I was a Daisy, Brownie and Junior, and never once have I used any of those skills they insisted I master in exchange for silly badges and polyester vests.

Helping old people?  Old people are mean and dangerous on roads.

Camping?  I have never been sober enough on a camping trip to light a fire or bear proof the food supply.

Sewing?  What do you think magical animals are for?

Growing plants…ok I used that one as a teenager.

But for the most part, Girl Scouts?  Useless.

Which is why I would like to step in to mentor the youth left behind, lacking real and basic life skills, with a little organization I plan to call, Brittany Scouts.

Instead of badges, the girls will earn Brittany Tokens, accepted at Target, any State Store and Netflix.

Skills will include:

How to sweet talk your way out of bank overdraft fees.

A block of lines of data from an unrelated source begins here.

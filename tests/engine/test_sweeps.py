"""The filter for sweeps against the dense one, least squares solved at once, and published variances."""

import numpy as np
import pytest
import scipy.linalg
import scipy.stats
from numpy.typing import NDArray

from tests.engine.hadamard import completed, cycle, hadamard, packed
from tracker.engine.estimation.rls import BlockRls, forgetting
from tracker.engine.orthogonal.cycle import SweepDetector
from tracker.engine.orthogonal.sweeps import SweepRls

Complex = NDArray[np.complex128]
Real = NDArray[np.float64]

# Order and elements: no phantoms, few, and more; Sylvester, Paley's first and second, and doubled orders.
SHAPES = [
    (12, 11),
    (20, 18),
    (24, 23),
    (28, 27),
    (28, 24),
    (32, 31),
    (36, 35),
    (44, 43),
    (44, 37),
    (64, 60),
    (104, 100),
]


def _noise(rng: np.random.Generator, *shape: int) -> Complex:
    return np.asarray((rng.normal(size=shape) + 1j * rng.normal(size=shape)) / np.sqrt(2))


def _begun(states: Real, prior: float, outputs: int, direct: float = 1.0) -> tuple[SweepRls, BlockRls, Real]:
    """A filter for a sweep, the dense one with phantoms, and its rows; the direct path has `direct` times the prior."""
    detector = SweepDetector(states.shape[1])
    assert detector.rows(packed(states[: max(states.shape[0] // 2, 16)])) is not None
    variances = np.full(states.shape[0], prior)
    variances[0] *= direct
    sweep = SweepRls(variances[: states.shape[1] + 1], outputs, detector)
    return sweep, BlockRls(variances, outputs), completed(states)


def _rows(sweep: SweepRls, states: Real) -> NDArray[np.intp]:
    rows = sweep.cycle.rows(packed(states))
    assert rows is not None
    assert (rows >= 0).all()
    return rows


@pytest.mark.parametrize("order", [12, 20, 24, 28, 32, 36, 44, 56, 60, 104])
def test_matrices_are_hadamard(order: int) -> None:
    """The matrices sounded here meet Hadamard's bound: H Hᵀ = M I, |det H| = M^(M/2), as scipy.linalg's do."""
    matrix = hadamard(order)
    assert set(np.unique(matrix)) == {-1.0, 1.0}
    assert np.array_equal(matrix @ matrix.T, order * np.eye(order))
    assert np.linalg.slogdet(matrix)[1] == pytest.approx(order / 2 * np.log(order))


@pytest.mark.parametrize("direct", [1.0, 200.0])
@pytest.mark.parametrize("kind", ["exponential", "resetting", "none"])
@pytest.mark.parametrize(("order", "elements"), SHAPES)
def test_equals_the_dense_filter(order: int, elements: int, kind: str, direct: float) -> None:
    """Over unfinished and finished sweeps, in order and scrambled, with repeats, all equals the dense filter's.

    Also with a direct path that is granted more than the elements are.
    """
    rng = np.random.default_rng([order, elements])
    states, outputs = cycle(order, elements, rng), 3
    sweep, dense, rows = _begun(states, 0.3, outputs, direct)
    visible = elements + 1
    place = 0
    for block in range(4 * order // 7):
        index = (place + np.arange(7)) % order
        place = (place + 7) % order
        if block % 5 == 3:
            index = rng.integers(0, order, 7)  # in no order, some twice
        if block % 5 == 4:
            index[2:5] = index[0]
        heard = 2.0 * _noise(rng, 7, outputs)
        forgotten = forgetting(kind, 0.002, 0.08) if kind != "none" else (1.0, 0.0, 1.0)
        sweep.forget(*forgotten)
        dense.forget(*forgotten)
        probe = np.concatenate([[1.0], rng.choice([-1.0, 1.0], elements), np.zeros(order - visible)])
        assert sweep.predicted_variance(probe[:visible]) == pytest.approx(dense.predicted_variance(probe), rel=1e-11)
        here = _rows(sweep, states[index])
        visibly = np.concatenate([rows[index, :visible], probe[None, :visible]])
        for asked in (visibly, visibly * (np.arange(visible) > 0)):  # with the direct path, and without
            hidden = np.concatenate([asked, np.zeros((asked.shape[0], order - visible))], axis=1)
            covariance = dense.predicted_covariance(hidden)
            np.testing.assert_allclose(sweep.predicted_covariance(asked), covariance, rtol=0, atol=1e-12 * order)
        surprise = sweep.update(here, heard)
        expected = dense.update(rows[index], heard)
        np.testing.assert_allclose(surprise.innovation, expected[0], rtol=0, atol=1e-11)
        np.testing.assert_allclose(surprise.white, expected[1], rtol=0, atol=1e-11)
        np.testing.assert_allclose(surprise.spread, dense.whitener.diagonal() ** -2, rtol=1e-11)
        np.testing.assert_allclose(sweep.coefficients, dense.coefficients[:visible], rtol=0, atol=1e-12)
        np.testing.assert_allclose(sweep.direct, dense.coefficients[0], rtol=0, atol=1e-12)
        np.testing.assert_allclose(sweep.variances, dense.variances[:visible], rtol=1e-11)
        assert sweep.element_variance == pytest.approx(dense.variances[1:visible].mean(), rel=1e-11)
        assert sweep.mean_variance == pytest.approx(dense.variances[:visible].sum(), rel=1e-11)
        np.testing.assert_allclose(sweep.respond(probe[None, :visible]), probe[None] @ dense.coefficients, atol=1e-11)
        np.testing.assert_allclose(sweep.predict(here), rows[index] @ dense.coefficients, rtol=0, atol=1e-11)
    np.testing.assert_allclose(sweep.dense().covariance, dense.covariance[:visible, :visible], rtol=0, atol=1e-13)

The quickest way to un-tag yourself from Facebook pictures from a mobile device.

Unlocking objects with the underwire from your bra.

How to get your doctor to write a note excusing you from intercourse.

How to make your jeans one size bigger using a rubber band and a fitted tank top.

Foods you should never, ever eat drunk. (I’m looking at you, Hot Pockets.)

How to channel all your shitty childhood experiences into a profitable adulthood.

Finding the right clothes for your body type, having nothing to do with Harem pants or rompers.